Clustering and Mixture Modeling of Schooling Expectancy Trends in Papua Province: A Spatial Analysis Using the Mapping Toolbox

Authors

October 28, 2025

Downloads

Background: Persistent educational inequality in Papua Province, particularly in remote highland districts, is driven by limited infrastructure and accessibility. Although Schooling Expectancy (Harapan Lama Sekolah, HLS) is widely recognized as a forward-looking educational metric, existing studies rarely incorporate probabilistic modeling with spatial analysis to examine regional disparities.

ObjectiveThis study aimed to identify spatial and statistical patterns of schooling expectancy across 29 districts in Papua from 2010 to 2023 by combining probabilistic clustering with spatial visualization methods.

Methods: The analysis applied Gaussian Mixture Model (GMM) clustering, which was validated using the Silhouette Index and Davies–Bouldin Index (DBI), to group districts based on HLS trends. Fourteen candidate probability distributions were evaluated using Kolmogorov–Smirnov and Anderson–Darling tests. In addition, five model selection criteria (AIC, BIC, AICc, CAIC, HQC) were applied to refine the fit. Cluster-wise mixture model was constructed, and spatial interpretation was improved through MATLAB’s Mapping Toolbox as well as wind rose diagrams.
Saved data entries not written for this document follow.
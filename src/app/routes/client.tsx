import { useState } from 'react';
import { useLocation, useParams, type LoaderFunctionArgs } from 'react-router';
import type { MeasurementSetView } from '@shared/schemas/measurement';
import { Alert } from '@/components/ui/alert';
import { Badge } from '@/components/ui/badge';
import { Button, ButtonLink } from '@/components/ui/button';
import { Card } from '@/components/ui/card';
import { ConfirmDialog } from '@/components/ui/confirm-dialog';
import { LoadingState } from '@/components/ui/loading-state';
import { PageHeader } from '@/components/ui/page-header';
import { paths } from '@/config/paths';
import { isOwner, useMember } from '@/features/auth/hooks/use-member';
import { useArchiveClient } from '@/features/clients/api/archive-client';
import { clientQueryOptions, useClient } from '@/features/clients/api/get-client';
import { ClientDetails } from '@/features/clients/components/client-details';
import { dateFormat } from '@/lib/dates';
import { ClientDrafts } from '@/features/drafts/components/client-drafts';
import { ClientMailCard } from '@/features/mail/components/client-mail-card';
import { measurementSetsQueryOptions, useMeasurementSets } from '@/features/measurements/api/get-measurement-sets';
import { MeasurementHistory } from '@/features/measurements/components/measurement-history';
import { SetVersionsDialog } from '@/features/measurements/components/set-versions-dialog';
import { PhotosSection } from '@/features/photos/components/photos-section';
import { UnitSwitch } from '@/features/units/components/unit-switch';
import { queryClient } from '@/lib/query-client';
import { useDisplayUnit } from '@/lib/unit';

/** The client id in the address, or a 404 for anything else. */
export function clientIdParam(raw: string | undefined): number {
  const id = Number(raw);
  if (!Number.isInteger(id) || id < 1) throw new Response('No such client', { status: 404, statusText: 'No such client' });
  return id;
}

export async function clientLoader({ params }: LoaderFunctionArgs) {
  const id = clientIdParam(params.clientId);
  await Promise.all([queryClient.ensureQueryData(clientQueryOptions(id)), queryClient.ensureQueryData(measurementSetsQueryOptions(id))]);
  return null;
}

export function ClientRoute() {
  const id = clientIdParam(useParams().clientId);
  const me = useMember();
  const owner = isOwner(me);
  const unit = useDisplayUnit();
  const location = useLocation();
  const saved = (location.state as { saved?: string } | null)?.saved;
  const client = useClient(id);
  const sets = useMeasurementSets(id);
  const [versionsOf, setVersionsOf] = useState<MeasurementSetView | null>(null);
  const [confirmArchive, setConfirmArchive] = useState(false);
  const archive = useArchiveClient(id, { onSuccess: () => setConfirmArchive(false) });

  if (client.isPending) return <LoadingState>Loading the client…</LoadingState>;
  if (client.isError) {
    return (
      <Alert tone="error" title="This client could not be loaded">
        {client.error.message}
      </Alert>
    );
  }
  const c = client.data;
  const takeAction = (
    <ButtonLink variant="primary" to={paths.fitting.href(id)} data-testid="take-measurements">
      Take measurements
    </ButtonLink>
  );

  return (
    <div className="flex flex-col gap-6">
      <PageHeader
        eyebrow={
          <>
            <ButtonLink to={paths.clients.href()} variant="ghost" compact className="-ml-3">
              ← Clients
            </ButtonLink>
          </>
        }
        title={
          <span className="flex flex-wrap items-center gap-3">
            {c.name}
            {c.archived && <Badge>Archived</Badge>}
          </span>
        }
        description={
          c.measurementSetCount === 0
            ? 'No fittings yet.'
            : `${c.measurementSetCount} ${c.measurementSetCount === 1 ? 'fitting' : 'fittings'}; the latest on ${c.lastTakenAt ? dateFormat(c.lastTakenAt) : '—'}.`
        }
        actions={
          <>
            <UnitSwitch />
            {owner && !c.archived && takeAction}
            {owner && (
              <Button onClick={() => (c.archived ? archive.mutate(false) : setConfirmArchive(true))} pending={archive.isPending && c.archived}>
                {c.archived ? 'Restore client' : 'Archive client'}
              </Button>
            )}
          </>
        }
      />
      {saved && <Alert tone="success">{saved}</Alert>}
      {archive.isError && !confirmArchive && <Alert tone="error" title="Not changed">{archive.error.message}</Alert>}
      {c.archived && (
        <Alert tone="info" title="This client is archived">
          Their records are kept but they are hidden from the clients list. {owner ? 'Restore them to take new measurements.' : ''}
        </Alert>
      )}
      <ClientDetails client={c} canEdit={owner} showContact={owner} />
      <Card title="Measurements" description={`Shown in ${unit === 'in' ? 'inches, to 1/8 in' : 'centimetres, to 1 mm'}. Stored exactly; switch units at any time.`}>
        {sets.isPending && <LoadingState>Loading the measurements…</LoadingState>}
        {sets.isError && <Alert tone="error">{sets.error.message}</Alert>}
        {sets.data && (
          <MeasurementHistory
            sets={sets.data.items}
            unit={unit}
            canEdit={owner && !c.archived}
            correctHref={(setId) => paths.fitting.href(id, setId)}
            onShowVersions={setVersionsOf}
            takeAction={takeAction}
          />
        )}
      </Card>
      <PhotosSection clientId={id} clientName={c.name} canEdit={owner && !c.archived} sets={sets.data?.items ?? []} />
      <Card title="Drafts" description="Styles drafted for this client from their block, with their state.">
        <ClientDrafts clientId={id} href={paths.draft.href} newHref={owner && !c.archived ? paths.draftNew.href(id) : null} />
      </Card>
      {owner && <ClientMailCard clientId={id} clientName={c.name} email={c.email ?? null} hasMeasurements={c.measurementSetCount > 0} />}
      <SetVersionsDialog clientId={id} set={versionsOf} unit={unit} onClose={() => setVersionsOf(null)} />
      <ConfirmDialog
        open={confirmArchive}
        title={`Archive ${c.name}?`}
        description="The client leaves the clients list; their measurements, notes and drafts are kept, and you can restore them at any time from the Archived list."
        confirmLabel={`Archive ${c.name}`}
        pending={archive.isPending}
        error={archive.error?.message ?? null}
        onConfirm={() => archive.mutate(true)}
        onCancel={() => setConfirmArchive(false)}
      />
    </div>
  );
}
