import { useSearchParams } from 'react-router';
import { DRAFT_STATES, type DraftState } from '@shared/schemas/draft';
import { Alert } from '@/components/ui/alert';
import { Button, ButtonLink } from '@/components/ui/button';
import { LoadingState } from '@/components/ui/loading-state';
import { PageHeader } from '@/components/ui/page-header';
import { SelectField } from '@/components/ui/select-field';
import { paths } from '@/config/paths';
import { isOwner, useMember } from '@/features/auth/hooks/use-member';
import { draftsQueryOptions, useDrafts } from '@/features/drafts/api/get-drafts';
import type { DraftListFilters } from '@/features/drafts/api/draft-keys';
import { DraftsTable } from '@/features/drafts/components/drafts-table';
import { DRAFT_STATE_LABELS } from '@/features/drafts/lib/draft-states';
import { queryClient } from '@/lib/query-client';

function filtersFrom(search: URLSearchParams): DraftListFilters {
  const state = search.get('state');
  const page = Number(search.get('page'));
  return {
    state: state && (DRAFT_STATES as readonly string[]).includes(state) ? (state as DraftState) : undefined,
    sort: search.get('sort') === 'due' ? 'due' : 'updated',
    page: Number.isInteger(page) && page > 1 ? page : undefined,
  };
}

export async function draftsLoader({ request }: { request: Request }) {
  await queryClient.ensureQueryData(draftsQueryOptions(filtersFrom(new URL(request.url).searchParams)));
  return null;
}

/** Every draft of the studio, filtered by state, most recently changed first. */
export function DraftsRoute() {
  const [search, setSearch] = useSearchParams();
  const filters = filtersFrom(search);
  const owner = isOwner(useMember());
  const drafts = useDrafts(filters);
  const set = (key: string, value: string | undefined) => {
    const next = new URLSearchParams(search);
    if (value) next.set(key, value);
    else next.delete(key);
    if (key !== 'page') next.delete('page');
    setSearch(next);
  };
  const page = drafts.data?.page ?? 1;
  const pages = drafts.data ? Math.max(1, Math.ceil(drafts.data.total / drafts.data.pageSize)) : 1;

  return (
    <div className="flex flex-col gap-5">
      <PageHeader
        title="Drafts"
        description="Every style drafted for a client, with its state. Open one to adjust it, approve it or see its revisions."
        actions={
          owner && (
            <ButtonLink to={paths.draftNew.href()} variant="primary">
              New draft
            </ButtonLink>
          )
        }
      />
      <div className="flex flex-wrap items-end gap-4">
        <SelectField
          label="State"
          className="w-48"
          value={filters.state ?? ''}
          onChange={(e) => set('state', e.target.value || undefined)}
          options={[{ value: '', label: 'All states' }, ...DRAFT_STATES.map((s) => ({ value: s, label: DRAFT_STATE_LABELS[s] }))]}
        />
        <SelectField
          label="Order"
          className="w-56"
          value={filters.sort ?? 'updated'}
          onChange={(e) => set('sort', e.target.value === 'due' ? 'due' : undefined)}
          options={[
            { value: 'updated', label: 'Last changed first' },
            { value: 'due', label: 'Due date, soonest first' },
          ]}
        />
      </div>
      {drafts.isPending && <LoadingState>Loading drafts…</LoadingState>}
      {drafts.isError && <Alert tone="error" title="The drafts could not be loaded">{drafts.error.message}</Alert>}
      {drafts.data && drafts.data.items.length === 0 && (
        <p className="rounded-xl border border-line bg-panel p-6 text-muted">
          {filters.state
            ? `No drafts are ${DRAFT_STATE_LABELS[filters.state as DraftState].toLowerCase()}.`
            : owner
              ? 'No drafts yet. Start one with “New draft”: choose a client, their block, a style and a fabric.'
              : 'No drafts yet. The owner starts drafts; approved ones appear in the work queue.'}
        </p>
      )}
      {drafts.data && drafts.data.items.length > 0 && (
        <>
          <DraftsTable items={drafts.data.items} caption="Drafts" href={paths.draft.href} />
          {pages > 1 && (
            <nav aria-label="Pages" className="flex items-center gap-3">
              <Button compact disabled={page <= 1} onClick={() => set('page', String(page - 1))}>
                Previous
              </Button>
              <span className="num text-sm text-muted">
                Page {page} of {pages}
              </span>
              <Button compact disabled={page >= pages} onClick={() => set('page', String(page + 1))}>
                Next
              </Button>
            </nav>
          )}
        </>
      )}
    </div>
  );
}
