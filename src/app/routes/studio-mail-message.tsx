import { useParams, type LoaderFunctionArgs } from 'react-router';
import { Alert } from '@/components/ui/alert';
import { ButtonLink } from '@/components/ui/button';
import { LoadingState } from '@/components/ui/loading-state';
import { PageHeader } from '@/components/ui/page-header';
import { paths } from '@/config/paths';
import { meQueryOptions } from '@/features/auth/api/get-me';
import { OwnersOnly } from '@/features/auth/components/owners-only';
import { isOwner } from '@/features/auth/hooks/use-member';
import { mailMessageQueryOptions, useMailMessage } from '@/features/mail/api/get-mail-message';
import { MailMessageView } from '@/features/mail/components/mail-message-view';
import { queryClient } from '@/lib/query-client';

/** The message id in the address, or a 404 for anything else. */
function messageIdParam(raw: string | undefined): number {
  const id = Number(raw);
  if (!Number.isInteger(id) || id < 1) throw new Response('No such message', { status: 404, statusText: 'No such message' });
  return id;
}

export async function studioMailMessageLoader({ params }: LoaderFunctionArgs) {
  const id = messageIdParam(params.messageId);
  const me = await queryClient.ensureQueryData(meQueryOptions());
  if (isOwner(me)) await queryClient.prefetchQuery(mailMessageQueryOptions(id));
  return null;
}

function Message() {
  const id = messageIdParam(useParams().messageId);
  const message = useMailMessage(id);
  return (
    <div className="mx-auto max-w-5xl">
      <PageHeader
        eyebrow={
          <ButtonLink to={paths.studioMail.href()} variant="ghost" compact className="-ml-3">
            ← Sent mail
          </ButtonLink>
        }
        title={message.data?.subject || 'Message'}
      />
      {message.isPending && <LoadingState>Loading the message…</LoadingState>}
      {message.isError && (
        <Alert tone="error" title="This message could not be opened">
          {message.error.message}
        </Alert>
      )}
      {message.data && <MailMessageView message={message.data} />}
    </div>
  );
}

export function StudioMailMessageRoute() {
  return (
    <OwnersOnly what="The studio's sent mail">
      <Message />
    </OwnersOnly>
  );
}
Results: During the process of the analysis, four statistically distinct clusters were identified. Cluster 3 (coastal districts) showed the highest and most stable HLS (12.1–14.0 years), while Cluster 4 (remote highlands) signified the lowest (2.4–5.6 years) with high dispersion. Right-skewed distributions (e.g., Weibull, Gamma) modeled high-performing districts, and heavy-tailed, left-skewed ones (e.g., Stable, Inverse Gaussian) modeled marginalized regions. Spatial visualization confirmed a clear coastal–highland divide in educational attainment.

Conclusion: The proposed incorporation of probabilistic modeling and spatial clustering offered a robust analytical tool for capturing intra-regional educational disparities. This framework provided empirical evidence to support geographically differentiated policy interventions in Papua and could be adapted to similar underserved regions in future studies.

Keywords: Schooling Expectancy, Gaussian Mixture Model, Probabilistic Modeling, Silhouette Index, Davies–Bouldin Index, Spatial Clustering, Education Inequality, Papua Province.